- The Washington Times - Tuesday, August 26, 2014

RICHMOND — Prosecutors completed their questioning of Bob McDonnell on Tuesday, establishing during cross examination what has turned out to be a largely circumstantial case against the former Virginia governor accused of public corruption.

But after stating since the indictment was first handed up in January that he was looking forward to telling his side of the story, Mr. McDonnell also appeared to fall short of resolving key questions about his relationship with a wealthy businessman who plied his family with gifts and loans.

The defense’s case appeared headed toward a close Wednesday, after the former governor was cross examined for two days by prosecutor Michael Dry. Mr. McDonnell’s temperament during at-times contentious questioning ranged from reserved to emphatic, and he was unwavering for much of Tuesday when he denied repeatedly any effort to conceal the nature of his relationship with Jonnie R. Williams Sr.
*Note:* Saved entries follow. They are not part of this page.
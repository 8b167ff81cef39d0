namespace PathService.Engine.Model;

/// <summary>
/// The beam elements of a model in array form, after subdivision: member k of the definition becomes n elements between
/// its start node, n − 1 generated intermediate nodes "&lt;beam id&gt;#1".."#(n−1)" and its end node. The member's releases
/// go to its first element's start and last element's end; intermediate joints are rigid. A bow imperfection moves the
/// intermediate nodes by a·sin(π s) (s = k/n along the member) towards the member's local y or z.
/// Local axes of each element: x along its own initial chord, y = normalised component of the member's orientation
/// vector normal to x, z = x × y (set up by the kernel, <see cref="Elements.CorotationalBeam.TryInitialTriad"/>).
/// </summary>
public sealed class BeamElements
{
    /// <summary>Release flags of an element end: bit 0 torsion, bit 1 bending about local y, bit 2 bending about local z.</summary>
    public const int ReleaseTorsion = 1, ReleaseBendingY = 2, ReleaseBendingZ = 4, ReleaseAll = 7;

    public int Count { get; }
    /// <summary>Element ids: the beam id when undivided, else "&lt;beam id&gt;/k" for k = 1..n.</summary>
    public string[] Ids { get; }
    /// <summary>Index of the defining beam (into <see cref="ModelDefinition.Beams"/>) of each element.</summary>
    public int[] Member { get; }
    public int[] Start { get; }
    public int[] End { get; }
    public double[] ElasticModulus { get; }
    public double[] ShearModulus { get; }
    public double[] Area { get; }
    public double[] SecondMomentY { get; }
    public double[] SecondMomentZ { get; }
    public double[] TorsionConstant { get; }
    public double[] Length { get; }
    public int[] StartReleases { get; }
    public int[] EndReleases { get; }

    internal BeamElements(ModelDefinition def, Dictionary<string, int> nodeIndex, List<string> nodeIds, List<double> coordinates)
    {
        var ids = new List<string>(); var member = new List<int>(); var start = new List<int>(); var end = new List<int>();
        var startRel = new List<int>(); var endRel = new List<int>();
        for (int b = 0; b < def.Beams.Count; b++)
        {
            var beam = def.Beams[b];
            int i = nodeIndex[beam.StartNode], j = nodeIndex[beam.EndNode];
            int n = Math.Max(1, beam.Subdivisions);
            double[] a = [coordinates[3 * i], coordinates[3 * i + 1], coordinates[3 * i + 2]];
            double[] c = [coordinates[3 * j], coordinates[3 * j + 1], coordinates[3 * j + 2]];
            Span<double> triad = stackalloc double[9];
            Axes(c[0] - a[0], c[1] - a[1], c[2] - a[2], beam.Orientation, triad);
            int bowRow = beam.BowPlane == BowPlane.LocalZ ? 6 : 3;
            int previous = i;
            for (int k = 1; k <= n; k++)
            {
                int next = j;
                if (k < n)
                {
                    // Intermediate node on the chord, moved by the half-sine bow.
                    double s = (double)k / n, bow = beam.BowAmplitude * Math.Sin(Math.PI * s);
                    next = nodeIds.Count;
                    nodeIds.Add(BeamChecks.IntermediateNodeId(beam.Id, k));
                    for (int q = 0; q < 3; q++) coordinates.Add(a[q] + s * (c[q] - a[q]) + bow * triad[bowRow + q]);
                    nodeIndex[nodeIds[^1]] = next;
                }
                ids.Add(n == 1 ? beam.Id : $"{beam.Id}/{k}");
                member.Add(b); start.Add(previous); end.Add(next);
                startRel.Add(k == 1 ? Flags(beam.StartReleases) : 0);
                endRel.Add(k == n ? Flags(beam.EndReleases) : 0);
                previous = next;
            }
        }
        Count = ids.Count;
        Ids = ids.ToArray(); Member = member.ToArray(); Start = start.ToArray(); End = end.ToArray();
        StartReleases = startRel.ToArray(); EndReleases = endRel.ToArray();
        ElasticModulus = Member.Select(b => def.Beams[b].ElasticModulus).ToArray();
        ShearModulus = Member.Select(b => def.Beams[b].ShearModulus).ToArray();
        Area = Member.Select(b => def.Beams[b].Area).ToArray();
        SecondMomentY = Member.Select(b => def.Beams[b].SecondMomentY).ToArray();
        SecondMomentZ = Member.Select(b => def.Beams[b].SecondMomentZ).ToArray();
        TorsionConstant = Member.Select(b => def.Beams[b].TorsionConstant).ToArray();
        Length = new double[Count];
        for (int e = 0; e < Count; e++)
        {
            int i = Start[e], j = End[e];
            double dx = coordinates[3 * j] - coordinates[3 * i], dy = coordinates[3 * j + 1] - coordinates[3 * i + 1], dz = coordinates[3 * j + 2] - coordinates[3 * i + 2];
            Length[e] = Math.Sqrt(dx * dx + dy * dy + dz * dz);
        }
    }

    /// <summary>Whether an element end holds at least one rotation (its node then carries rotations).</summary>
    public bool StartHoldsRotation(int e) => StartReleases[e] != ReleaseAll;
    public bool EndHoldsRotation(int e) => EndReleases[e] != ReleaseAll;

    private static int Flags(BeamEndReleases? r) => r is null ? 0
        : (r.Torsion ? ReleaseTorsion : 0) | (r.BendingY ? ReleaseBendingY : 0) | (r.BendingZ ? ReleaseBendingZ : 0);

    /// <summary>Member axes for the bow, rows e_x, e_y, e_z: e_x along the chord, e_y = unit(v − (v·e_x)e_x), e_z = e_x × e_y.</summary>
    public static void Axes(double dx, double dy, double dz, (double X, double Y, double Z) v, Span<double> t)
    {
        double l = Math.Sqrt(dx * dx + dy * dy + dz * dz);
        t[0] = dx / l; t[1] = dy / l; t[2] = dz / l;
        double p = v.X * t[0] + v.Y * t[1] + v.Z * t[2];
        double yx = v.X - p * t[0], yy = v.Y - p * t[1], yz = v.Z - p * t[2];
        double ly = Math.Sqrt(yx * yx + yy * yy + yz * yz);
        t[3] = yx / ly; t[4] = yy / ly; t[5] = yz / ly;
        t[6] = t[1] * t[5] - t[2] * t[4];
        t[7] = t[2] * t[3] - t[0] * t[5];
        t[8] = t[0] * t[4] - t[1] * t[3];
    }
}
Mr. McDonnell and his wife, Maureen, are accused of conspiring to promote the business interests of Mr. Williams, the former CEO of Star Scientific Inc., in exchange for more than $170,000 worth of gifts and loans.

But if the prosecution was saving a “smoking gun” correspondence definitively proving a quid pro quo between Mr. McDonnell and Mr. Williams for the cross examination, it was unclear what exactly it was.

Mr. Dry questioned Mr. McDonnell about notes he exchanged with Mr. Williams that appeared to coincide with related acts as governor.

Mr. McDonnell dashed off a late-night email telling William A. Hazel Jr., his secretary of health and human resources, to set up a meeting with Mr. Williams the night he came home from a 2011 vacation on the businessman’s tab.

He also whipped out a bottle of Mr. Williams’ product, Anatabloc, in a meeting about how to lower health care costs for the state workforce days after a $50,000 check for his real estate company arrived from Mr. Williams in March 2012.

But Mr. McDonnell, choosing his words carefully in many instances, managed to deflect much of Mr. Dry’s questioning. And he denied outright that Mr. Williams had ever asked him for anything or he had given him special treatment.

Mr. Williams, in his own testimony under immunity earlier in the trial, said he was after the prestige of the governor’s office to support his product, Anatabloc.

Prosecutors have implied he got what he was looking for — or at least treatment the governor wouldn’t afford to just anyone — in an executive mansion lunch for Anatabloc’s rollout in August 2011 and a picture of a smiling Mr. McDonnell holding a bottle of Anatabloc at a different event, for example.

“Every donor wants something,” Mr. McDonnell said Tuesday, adding that Mr. Williams never told him about something specifically that he wanted.

For his part, Mr. McDonnell admitted Tuesday to taking the more than $170,000 in gifts and loans. He said he regretted taking that much, or allowing members of his family to accept the ones he didn’t know about.

He only learned after the fact, for example, that his wife had negotiated an initial $50,000 loan from Mr. Williams in 2011.

“I’m responsible for my family,” he said, noting that he “allowed my life to get out of balance so that my judgement wasn’t as good as it should have been.”

“That is my error,” he said. “I take responsibility for that.”

But Mr. Dry also put Mr. McDonnell on the defensive on several occasions, notably when he acknowledged revising loan applications after his wife had been questioned by authorities in February 2013. In addition to the public corruption charges, the McDonnells also have been charged with falsifying documents submitted to banks because they didn’t list their outstanding liabilities to Mr. Williams on them. Mrs. McDonnell is also facing an obstruction charge.

Mr. McDonnell said he didn’t look at the initial form carefully and had always treated it as a draft. But it was after law enforcement had questioned his wife did Mr. McDonnell mention a confidentiality agreement with bookkeeper Brenda Chamberlain, who was helping him prepare the documents in early 2013.

Mr. Dry also questioned him about emails from February 2012 that the former governor sent just minutes apart — one to Mr. Williams asking him if he should call his lawyer about certificates and documents and the next to chief counsel Jasen Eige telling Mr. Eige to see him about Anatabloc issues at public universities in the state.

One thing Mr. Williams has said he wanted was state funding to conduct clinical trials for the product.

Mr. McDonnell has said he routinely fires off many late-night emails — such as the other one to Dr. Hazel — and that he didn’t understand at the time that Mr. Williams was trying to get his help securing clinical studies at state universities.

“He never asked me for help” with Virginia Commonwealth University and the University of Virginia, Mr. McDonnell said.